C. Applying the Canons of Statutory Construction
Where legislative intent is unclear from the plain language of the statute, we
look to canons of statutory construction. Joshua v. City of Gainesville 768 So. 2d
432, 435 (Fla. 2000) ("[I]f the language of the statute is unclear, then rules of
statutory construction control."). One such canon is the doctrine of the last
antecedent, under which "relative and qualifying words, phrases and clauses are to
be applied to the words or phrase immediately preceding, and are not to be
construed as extending to, or including, others more remote." City of St.

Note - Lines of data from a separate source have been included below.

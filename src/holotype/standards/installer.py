"""Running an interpreter's own installer (pip) with the options a user gave, its output kept in one log."""

from __future__ import annotations

import subprocess
from dataclasses import dataclass, field
from pathlib import Path

from holotype.atomic import write_atomic
from holotype.errors import InstallError


@dataclass
class InstallerOptions:
    find_links: list[str] = field(default_factory=list)
    index_url: str | None = None
    no_index: bool = False

    def args(self) -> list[str]:
        out: list[str] = []
        for link in self.find_links:
            out += ["--find-links", link]
        if self.index_url:
            out += ["--index-url", self.index_url]
        if self.no_index:
            out.append("--no-index")
        return out


class Installer:
    """Runs the new environment's installer, keeping all of its output in one log named in any failure."""

    def __init__(self, python: str, log: Path, options: InstallerOptions) -> None:
        self.python, self.log, self.options = python, log, options
        self.text: list[str] = []

    def run(self, what: str, *args: str, fatal: bool = True) -> str | None:
        """Run `pip ARGS`; on failure raise (or return) one line with the installer's first error line."""
        argv = [self.python, "-m", "pip", "--disable-pip-version-check", *args]
        proc = subprocess.run(argv, capture_output=True, text=True, stdin=subprocess.DEVNULL)
        self.text += [f"$ {' '.join(argv)}", proc.stdout, proc.stderr]
        write_atomic(self.log, "\n".join(self.text))
        if proc.returncode == 0:
            return None
        lines = [ln.strip() for ln in (proc.stderr + "\n" + proc.stdout).splitlines() if ln.strip()]
        first = next((ln for ln in lines if ln.startswith("ERROR:")), None) or (lines[-1] if lines else "no output")
        message = f"{what} failed: {first[:400]} (the installer's full output: {self.log})"
        if fatal:
            raise InstallError(message)
        return message
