def test_json_numbers_beyond_binary64_are_compared_as_written(tmp_path: Path) -> None:
    # float('1e400') and float('1e401') are both infinity (IEEE 754 overflow): before, they compared equal
    assert float("1e400") == float("1e401") == math.inf
    write(tmp_path / "e.json", '{"x": 1e400, "y": 2.5}')
    write(tmp_path / "a.json", '{"x": 1e401, "y": 2.5}')
    write(tmp_path / "b.json", '{"x": 1e400, "y": 2.5}\n')
    result = run_cli("compare", tmp_path / "e.json", tmp_path / "a.json")
    assert result.code == 1 and "1E+400 recorded, 1E+401 found" in result.out, result.out
    assert run_cli("compare", tmp_path / "e.json", tmp_path / "b.json", "--quiet").code == 0
    write(tmp_path / "huge.json", '{"x": 1e999999999, "y": 2.5}')  # no giant integer is ever built
    assert run_cli("compare", tmp_path / "e.json", tmp_path / "huge.json", "--quiet").code == 1


def test_numbers_in_text_beyond_binary64_are_told_apart(tmp_path: Path) -> None:
    write(tmp_path / "e.txt", "upper bound 1e400, mean 2.5\n")
    write(tmp_path / "a.txt", "upper bound 1e401, mean 2.5\n")
    write(tmp_path / "b.txt", "upper bound 1e999999999, mean 2.5\n")  # too big to build: infinity, as before
    assert run_cli("compare", tmp_path / "e.txt", tmp_path / "a.txt", "--quiet").code == 1
    assert run_cli("compare", tmp_path / "e.txt", tmp_path / "e.txt", "--quiet").code == 0
    assert run_cli("compare", tmp_path / "b.txt", tmp_path / "b.txt", "--quiet").code == 0


def test_json_integers_beyond_binary64_range_compare_without_an_internal_error(tmp_path: Path) -> None:
    # before, converting 10**400 for the comparison raised OverflowError: an internal error, exit 2
    write(tmp_path / "e.json", json.dumps({"n": 10 ** 400, "m": -(10 ** 400)}))
    write(tmp_path / "a.json", json.dumps({"n": 10 ** 400 + 1, "m": -(10 ** 400)}))
    result = run_cli("compare", tmp_path / "e.json", tmp_path / "a.json", "--rtol", "0", "--atol", "0")
    assert result.code == 1 and "Traceback" not in result.err and "internal error" not in result.err, result.err
    assert run_cli("compare", tmp_path / "e.json", tmp_path / "a.json", "--quiet").code == 0  # within rtol


def test_the_format_registry_loads_every_format_even_after_one_was_imported_directly() -> None:
    # before, importing one format module first left the others unregistered (the lazy load saw a
    # non-empty registry): a JSON file was then compared by bytes
    import subprocess
    import sys

    code = ("import holotype.compare.formats.table\n"
            "from holotype.compare import formats\n"
            "assert {'csv', 'json', 'numpy', 'text', 'parquet', 'image'} <= set(formats.names()), formats.names()\n")
    done = subprocess.run([sys.executable, "-c", code], capture_output=True, text=True)
    assert done.returncode == 0, done.stderr


@pytest.mark.parametrize("suffix", ["csv", "txt"])
def test_an_integer_of_thousands_of_digits_is_no_internal_error(tmp_path: Path, suffix: str) -> None:
    # Python refuses int() of more than 4,300 digits (CVE-2020-10735): such a token stays a float (infinity)
    big = "9" * 5000
    body = (lambda v: f"id,v\n{v},1\nNA,2\n") if suffix == "csv" else (lambda v: f"n = {v}\n")
    write(tmp_path / f"e.{suffix}", body(big))
    write(tmp_path / f"a.{suffix}", body(big[:-1] + "8"))
    result = run_cli("compare", tmp_path / f"e.{suffix}", tmp_path / f"a.{suffix}")
    assert result.code in (0, 1) and "internal error" not in result.err, result.err


@pytest.mark.parametrize("width", [1, 80])
def test_a_big_integer_column_read_as_numbers_on_one_side_and_text_on_the_other_is_exact(
        tmp_path: Path, width: int) -> None:
    # the recorded column is all integers; the new one holds an 'NA', so it is text: before, the recorded
    # side went in as doubles and an identifier moved by one passed (narrow and wide paths alike)
    names = ",".join(["id"] + [f"c{i}" for i in range(width)])
    rest = ",".join(str(i * 0.5) for i in range(width))
    write(tmp_path / "e.csv", f"{names}\n{BIG},{rest}\n{BIG + 10},{rest}\n")
    write(tmp_path / "a.csv", f"{names}\n{BIG - 1},{rest}\nNA,{rest}\n")
    result = run_cli("compare", tmp_path / "e.csv", tmp_path / "a.csv", "--rtol", "0", "--atol", "0")
    assert result.code == 1 and f"2 of {2 + 2 * width} values outside tolerance" in result.out, result.out
    assert f"{BIG} recorded, {BIG - 1} found" in result.out
    # a numeric cell against a text cell is shown as written, not as NumPy's repr of a double
    write(tmp_path / "n.csv", f"{names}\n5,{rest}\n6,{rest}\n")
    write(tmp_path / "t.csv", f"{names}\nfive,{rest}\n6,{rest}\n")
    shown = run_cli("compare", tmp_path / "n.csv", tmp_path / "t.csv")
    assert shown.code == 1 and "5 recorded, 'five' found" in shown.out and "np." not in shown.out, shown.out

Petersburg v. Nasworthy, 751 So. 2d 772, 774 (Fla. 1st DCA 2000). The last
antecedent is "the last word, phrase, or clause that can be made an antecedent
without impairing the meaning of the sentence." 2A Norman J. Singer &
Shambie Singer, Statutes and Statutory Construction § 47.33 (7th ed. 2007).
6. Justice Lewis suggests that the Legislature amended the statute in 1997 in
response to the growth of Internet-based and other forms of electronic
pornography. Lewis, J., dissenting op. at 36-37. While it is plausible that some
legislators had this concern, the Staff Analysis does not mention Internet growth,
and the NIJ report specifically recommended a condition similar to that at issue
here without mentioning concerns regarding growth of the Internet. See ND
Report at 5.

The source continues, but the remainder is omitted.